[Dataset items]
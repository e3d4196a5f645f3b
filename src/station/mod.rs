//! Stations and the network they make.

mod catalogue;
mod correction;
mod declination;
mod doubts;
mod entry;
mod features;
mod list;
mod table;

use std::collections::HashMap;

use geographiclib_rs::{Geodesic, InverseGeodesic};

use crate::time::Time;
use crate::units::{North, SpeedUnit};
use crate::warning::Warning;

pub(crate) use catalogue::missing_column;
pub use catalogue::{Catalogue, StationColumns, read_catalogue};
pub use correction::Correction;
pub use declination::Declinations;
pub use doubts::{PositionSlip, doubts};
pub use list::{Period, StationList};

/// Geodetic position on WGS 84, degrees: latitude in [-90, 90], longitude in [-180, 180).
#[derive(Debug, Clone, Copy, PartialEq)]
pub struct Position {
    latitude: f64,
    longitude: f64,
}

impl Position {
    /// Takes a latitude of -90 to 90 and a longitude of -180 to 360 degrees.
    ///
    /// # Errors
    /// Says which of the two is out of range.
    pub fn new(latitude: f64, longitude: f64) -> Result<Self, String> {
        if !(-90.0..=90.0).contains(&latitude) {
            return Err(format!(
                "latitude {latitude} is out of range (-90 to 90 expected)"
            ));
        }
        if !(-180.0..=360.0).contains(&longitude) {
            return Err(format!(
                "longitude {longitude} is out of range (-180 to 360 expected)"
            ));
        }
        let longitude = if longitude >= 180.0 {
            longitude - 360.0
        } else {
            longitude
        };
        Ok(Self {
            latitude,
            longitude,
        })
    }

    /// Degrees north.
    #[must_use]
    pub fn latitude(self) -> f64 {
        self.latitude
    }

    /// Degrees east, in [-180, 180).
    #[must_use]
    pub fn longitude(self) -> f64 {
        self.longitude
    }

    /// Geodesic distance on WGS 84, m.
    #[must_use]
    pub fn distance(self, other: Self, geodesic: &Geodesic) -> f64 {
        geodesic.inverse(
            self.latitude,
            self.longitude,
            other.latitude,
            other.longitude,
        )
    }
}

/// A wind station.
#[derive(Debug, Clone, PartialEq)]
pub struct Station {
    /// Identifier, without white space; unique in the network.
    pub id: String,
    /// Name for people; the identifier where none is given.
    pub name: String,
    /// Other identifiers that reports may use.
    pub aliases: Vec<String>,
    /// Where it stands.
    pub position: Position,
    /// Height of the ground above mean sea level, m.
    pub elevation: Option<f64>,
    /// From when on it stands there, if it moved.
    pub valid_from: Option<Time>,
    /// Until when, exclusive, it stands there, if it moved.
    pub valid_to: Option<Time>,
    /// Sensor and site.
    pub site: Site,
    /// What its reports are corrected by.
    pub correction: Option<Correction>,
}

impl Station {
    /// A station of which only identifier and position are known.
    #[must_use]
    pub fn new(id: impl Into<String>, position: Position) -> Self {
        let id = id.into();
        Self {
            name: id.clone(),
            id,
            aliases: Vec::new(),
            position,
            elevation: None,
            valid_from: None,
            valid_to: None,
            site: Site::default(),
            correction: None,
        }
    }
}

/// What the list says of a station's sensor and site.
#[derive(Debug, Clone, Copy, Default, PartialEq)]
pub struct Site {
    /// Unit of its speeds, where it differs from that of the files.
    pub speed_unit: Option<SpeedUnit>,
    /// What its directions are counted from, where it differs from that of the files.
    pub north: Option<North>,
    /// Magnetic declination, degrees, east positive: true = magnetic + declination.
    pub declination: Option<f64>,
    /// Height of the sensor above the ground, m.
    pub sensor_height: Option<f64>,
    /// Roughness length of its surroundings, m.
    pub roughness: Option<f64>,
}

/// Stations nearer to each other than this count as one place (m): no polygon can use both. Common practice: the
/// sensors of one mast or one field.
pub const ONE_PLACE: f64 = 10.0;

/// All stations, in the order of their identifiers; every later stage names a station by its place in this order.
#[derive(Debug, Clone, PartialEq)]
pub struct Network {
    stations: Vec<Station>,
    index: HashMap<String, usize>,
    not_asked_for: Vec<String>,
}

impl Network {
    /// Sorts the stations by identifier. The caller has made sure that identifiers are unique
    /// ([`read_catalogue`] reports those that are not).
    #[must_use]
    pub fn new(mut stations: Vec<Station>) -> Self {
        stations.sort_by(|a, b| a.id.cmp(&b.id));
        let index = stations
            .iter()
            .enumerate()
            .map(|(i, station)| (station.id.clone(), i))
            .collect();
        Self {
            stations,
            index,
            not_asked_for: Vec::new(),
        }
    }

    /// Adds identifiers of the station list that the settings do not ask for: their reports are no surprise.
    #[must_use]
    pub fn with_not_asked_for(mut self, ids: Vec<String>) -> Self {
        self.not_asked_for = ids;
        self
    }

    /// Identifiers of the station list that the settings do not ask for.
    pub fn not_asked_for(&self) -> impl Iterator<Item = &str> {
        self.not_asked_for.iter().map(String::as_str)
    }

    /// The stations in order.
    #[must_use]
    pub fn stations(&self) -> &[Station] {
        &self.stations
    }

    /// How many there are.
    #[must_use]
    pub fn len(&self) -> usize {
        self.stations.len()
    }

    /// True if there are none.
    #[must_use]
    pub fn is_empty(&self) -> bool {
        self.stations.is_empty()
    }

    /// The station of this identifier, as settings and reports write it (white space counts as `_`).
    #[must_use]
    pub fn find(&self, id: &str) -> Option<usize> {
        self.index
            .get(id)
            .or_else(|| self.index.get(&tidy_id(id)))
            .copied()
    }

    /// Pairs of stations at one place, the later of each pair is left out of the triangulation.
    #[must_use]
    pub fn coincident(&self) -> Vec<Warning> {
        let geodesic = Geodesic::wgs84();
        // Sorted by latitude, only neighbours within the distance need comparing.
        let mut by_latitude: Vec<usize> = (0..self.len()).collect();
        by_latitude.sort_by(|&a, &b| {
            self.stations[a]
                .position
                .latitude
                .total_cmp(&self.stations[b].position.latitude)
        });
        let window = ONE_PLACE / 110_000.0;
        let mut pairs = Vec::new();
        for (k, &a) in by_latitude.iter().enumerate() {
            for &b in &by_latitude[k + 1..] {
                let (pa, pb) = (self.stations[a].position, self.stations[b].position);
                if pb.latitude - pa.latitude > window {
                    break;
                }
                let metres = pa.distance(pb, &geodesic);
                if metres < ONE_PLACE {
                    pairs.push((a.min(b), a.max(b), metres));
                }
            }
        }
        pairs.sort_by_key(|&(a, b, _)| (a, b));
        pairs
            .into_iter()
            .map(|(a, b, metres)| Warning::OnePlace {
                kept: self.stations[a].id.clone(),
                left_out: self.stations[b].id.clone(),
                metres,
            })
            .collect()
    }
}

/// An identifier as the outputs write it: white space, which separates identifiers there, becomes `_`.
#[must_use]
pub fn tidy_id(text: &str) -> String {
    text.split_whitespace().collect::<Vec<_>>().join("_")
}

- **Work required**
Which of the lines above hold the word "reports"? Copy each one.

- **Output below**
    /// Other identifiers that reports may use.
    /// What its reports are corrected by.
    /// ([`read_catalogue`] reports those that are not).
    /// Adds identifiers of the station list that the settings do not ask for: their reports are no surprise.
    /// The station of this identifier, as settings and reports write it (white space counts as `_`).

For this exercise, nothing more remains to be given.